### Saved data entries
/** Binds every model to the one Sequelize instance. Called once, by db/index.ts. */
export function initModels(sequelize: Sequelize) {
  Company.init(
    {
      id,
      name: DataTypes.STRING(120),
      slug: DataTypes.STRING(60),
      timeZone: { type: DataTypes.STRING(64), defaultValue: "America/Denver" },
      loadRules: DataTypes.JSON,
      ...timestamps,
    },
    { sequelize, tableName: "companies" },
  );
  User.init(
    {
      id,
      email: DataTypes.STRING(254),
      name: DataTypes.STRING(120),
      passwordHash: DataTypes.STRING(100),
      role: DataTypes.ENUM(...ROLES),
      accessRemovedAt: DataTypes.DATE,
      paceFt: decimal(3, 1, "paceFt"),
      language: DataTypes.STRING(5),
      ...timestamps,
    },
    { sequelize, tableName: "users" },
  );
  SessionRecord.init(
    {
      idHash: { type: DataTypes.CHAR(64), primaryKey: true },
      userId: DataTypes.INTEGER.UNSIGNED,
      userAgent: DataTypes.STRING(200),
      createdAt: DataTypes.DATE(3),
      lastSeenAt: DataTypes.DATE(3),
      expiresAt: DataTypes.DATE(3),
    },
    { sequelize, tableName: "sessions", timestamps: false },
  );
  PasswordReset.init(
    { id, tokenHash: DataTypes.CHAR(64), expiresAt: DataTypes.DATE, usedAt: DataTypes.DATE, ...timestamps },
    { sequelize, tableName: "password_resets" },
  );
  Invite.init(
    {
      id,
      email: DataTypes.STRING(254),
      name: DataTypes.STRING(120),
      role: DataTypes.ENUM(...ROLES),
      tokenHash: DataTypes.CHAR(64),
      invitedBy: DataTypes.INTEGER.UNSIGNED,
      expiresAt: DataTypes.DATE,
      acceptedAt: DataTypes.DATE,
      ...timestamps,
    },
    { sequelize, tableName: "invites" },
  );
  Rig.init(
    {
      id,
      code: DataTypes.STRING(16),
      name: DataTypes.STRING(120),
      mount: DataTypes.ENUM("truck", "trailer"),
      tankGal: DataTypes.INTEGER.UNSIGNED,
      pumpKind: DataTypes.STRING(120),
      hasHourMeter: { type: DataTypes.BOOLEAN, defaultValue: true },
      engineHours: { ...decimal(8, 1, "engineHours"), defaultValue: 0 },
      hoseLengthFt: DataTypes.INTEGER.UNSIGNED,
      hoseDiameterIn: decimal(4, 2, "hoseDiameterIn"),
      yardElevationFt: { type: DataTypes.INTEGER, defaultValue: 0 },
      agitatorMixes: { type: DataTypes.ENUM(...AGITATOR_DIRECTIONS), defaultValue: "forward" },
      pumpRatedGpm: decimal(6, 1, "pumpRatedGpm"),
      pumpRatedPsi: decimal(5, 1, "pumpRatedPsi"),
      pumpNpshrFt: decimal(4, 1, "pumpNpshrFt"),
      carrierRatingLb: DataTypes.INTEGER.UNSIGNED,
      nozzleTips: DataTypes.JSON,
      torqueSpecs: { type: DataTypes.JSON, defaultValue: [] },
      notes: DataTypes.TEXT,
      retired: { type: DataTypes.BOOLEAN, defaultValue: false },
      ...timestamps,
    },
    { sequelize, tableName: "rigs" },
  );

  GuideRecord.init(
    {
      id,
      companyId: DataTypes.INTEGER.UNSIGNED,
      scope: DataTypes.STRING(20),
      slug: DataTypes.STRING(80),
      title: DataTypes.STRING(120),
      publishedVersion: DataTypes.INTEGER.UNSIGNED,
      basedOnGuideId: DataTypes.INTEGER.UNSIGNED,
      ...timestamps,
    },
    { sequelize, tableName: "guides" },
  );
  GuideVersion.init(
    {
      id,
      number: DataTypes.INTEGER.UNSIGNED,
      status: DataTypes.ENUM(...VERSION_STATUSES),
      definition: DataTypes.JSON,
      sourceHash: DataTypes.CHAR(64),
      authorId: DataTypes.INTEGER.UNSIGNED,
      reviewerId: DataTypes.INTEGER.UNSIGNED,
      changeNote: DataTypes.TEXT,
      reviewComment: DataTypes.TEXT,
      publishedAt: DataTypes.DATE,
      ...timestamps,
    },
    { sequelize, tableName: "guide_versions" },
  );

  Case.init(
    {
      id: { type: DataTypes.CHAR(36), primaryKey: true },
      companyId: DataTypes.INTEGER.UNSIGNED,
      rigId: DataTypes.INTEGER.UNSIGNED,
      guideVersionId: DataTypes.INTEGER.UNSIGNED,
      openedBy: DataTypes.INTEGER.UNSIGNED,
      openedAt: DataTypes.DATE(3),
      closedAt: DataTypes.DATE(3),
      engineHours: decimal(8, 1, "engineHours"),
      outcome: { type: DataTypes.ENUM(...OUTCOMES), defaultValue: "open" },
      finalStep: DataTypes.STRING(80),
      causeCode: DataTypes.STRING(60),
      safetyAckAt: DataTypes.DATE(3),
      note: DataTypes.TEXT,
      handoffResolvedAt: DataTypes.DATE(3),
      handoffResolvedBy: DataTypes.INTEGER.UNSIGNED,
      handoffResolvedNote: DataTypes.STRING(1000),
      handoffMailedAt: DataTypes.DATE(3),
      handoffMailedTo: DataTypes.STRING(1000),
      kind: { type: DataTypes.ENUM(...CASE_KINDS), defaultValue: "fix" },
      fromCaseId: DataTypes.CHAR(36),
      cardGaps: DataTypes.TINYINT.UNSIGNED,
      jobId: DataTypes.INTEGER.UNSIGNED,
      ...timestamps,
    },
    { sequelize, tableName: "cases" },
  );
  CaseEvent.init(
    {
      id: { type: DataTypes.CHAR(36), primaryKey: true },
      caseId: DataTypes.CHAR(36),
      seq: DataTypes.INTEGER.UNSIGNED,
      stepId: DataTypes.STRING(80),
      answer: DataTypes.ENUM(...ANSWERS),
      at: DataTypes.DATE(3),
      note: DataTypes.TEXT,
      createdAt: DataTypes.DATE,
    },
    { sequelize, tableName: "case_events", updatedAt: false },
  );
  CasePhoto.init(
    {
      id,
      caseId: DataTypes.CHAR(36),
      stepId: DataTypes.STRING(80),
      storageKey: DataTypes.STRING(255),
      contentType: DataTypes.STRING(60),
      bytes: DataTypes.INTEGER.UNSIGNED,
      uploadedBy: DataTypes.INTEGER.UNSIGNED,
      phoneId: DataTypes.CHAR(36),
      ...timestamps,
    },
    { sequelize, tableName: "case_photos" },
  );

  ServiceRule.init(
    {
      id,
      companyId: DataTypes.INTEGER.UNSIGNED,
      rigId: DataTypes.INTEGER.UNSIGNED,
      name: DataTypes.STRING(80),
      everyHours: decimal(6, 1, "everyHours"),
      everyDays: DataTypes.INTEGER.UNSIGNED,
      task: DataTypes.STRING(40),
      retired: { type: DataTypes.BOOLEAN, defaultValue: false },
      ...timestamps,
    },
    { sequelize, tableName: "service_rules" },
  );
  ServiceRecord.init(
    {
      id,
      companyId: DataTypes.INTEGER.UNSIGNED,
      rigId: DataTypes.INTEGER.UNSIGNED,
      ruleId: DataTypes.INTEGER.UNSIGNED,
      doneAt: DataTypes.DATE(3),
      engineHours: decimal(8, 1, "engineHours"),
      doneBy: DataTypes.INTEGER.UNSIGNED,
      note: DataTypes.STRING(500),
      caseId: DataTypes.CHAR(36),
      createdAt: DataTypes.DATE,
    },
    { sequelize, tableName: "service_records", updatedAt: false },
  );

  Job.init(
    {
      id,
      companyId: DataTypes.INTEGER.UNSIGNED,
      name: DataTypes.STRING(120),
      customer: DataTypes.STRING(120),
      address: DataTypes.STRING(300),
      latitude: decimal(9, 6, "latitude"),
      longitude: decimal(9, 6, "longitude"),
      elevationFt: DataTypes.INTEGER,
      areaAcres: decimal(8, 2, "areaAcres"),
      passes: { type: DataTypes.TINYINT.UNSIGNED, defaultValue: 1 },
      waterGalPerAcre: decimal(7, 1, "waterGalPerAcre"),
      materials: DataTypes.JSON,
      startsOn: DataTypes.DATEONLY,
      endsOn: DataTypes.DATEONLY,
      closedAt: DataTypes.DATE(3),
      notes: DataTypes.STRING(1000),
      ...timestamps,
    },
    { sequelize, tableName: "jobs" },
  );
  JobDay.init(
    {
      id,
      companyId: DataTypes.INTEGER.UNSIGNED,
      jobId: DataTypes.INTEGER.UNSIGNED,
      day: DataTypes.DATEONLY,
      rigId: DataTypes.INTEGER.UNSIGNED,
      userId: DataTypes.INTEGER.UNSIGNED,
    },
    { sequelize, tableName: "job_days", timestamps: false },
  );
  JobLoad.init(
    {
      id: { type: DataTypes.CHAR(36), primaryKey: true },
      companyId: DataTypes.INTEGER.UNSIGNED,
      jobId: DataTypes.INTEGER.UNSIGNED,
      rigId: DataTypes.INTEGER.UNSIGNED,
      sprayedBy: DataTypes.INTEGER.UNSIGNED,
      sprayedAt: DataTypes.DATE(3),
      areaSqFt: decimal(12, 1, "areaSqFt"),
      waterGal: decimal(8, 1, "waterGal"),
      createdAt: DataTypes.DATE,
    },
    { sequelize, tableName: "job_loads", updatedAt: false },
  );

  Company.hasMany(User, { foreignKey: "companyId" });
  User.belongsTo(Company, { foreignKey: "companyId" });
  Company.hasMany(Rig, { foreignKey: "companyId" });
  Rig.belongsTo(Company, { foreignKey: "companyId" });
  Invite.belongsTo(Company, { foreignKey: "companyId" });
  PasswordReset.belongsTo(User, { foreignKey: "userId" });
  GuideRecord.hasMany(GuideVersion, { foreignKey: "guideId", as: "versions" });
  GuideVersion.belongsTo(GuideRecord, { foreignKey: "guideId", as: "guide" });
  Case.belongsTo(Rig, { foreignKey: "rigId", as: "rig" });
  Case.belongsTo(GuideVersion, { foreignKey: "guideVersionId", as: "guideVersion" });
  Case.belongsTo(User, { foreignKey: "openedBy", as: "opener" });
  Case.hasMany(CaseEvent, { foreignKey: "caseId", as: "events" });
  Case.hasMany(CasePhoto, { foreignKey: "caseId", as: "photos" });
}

### Assignment
Your answer should be one number: how many lines in the records above include "expiresAt".

### Answer section
3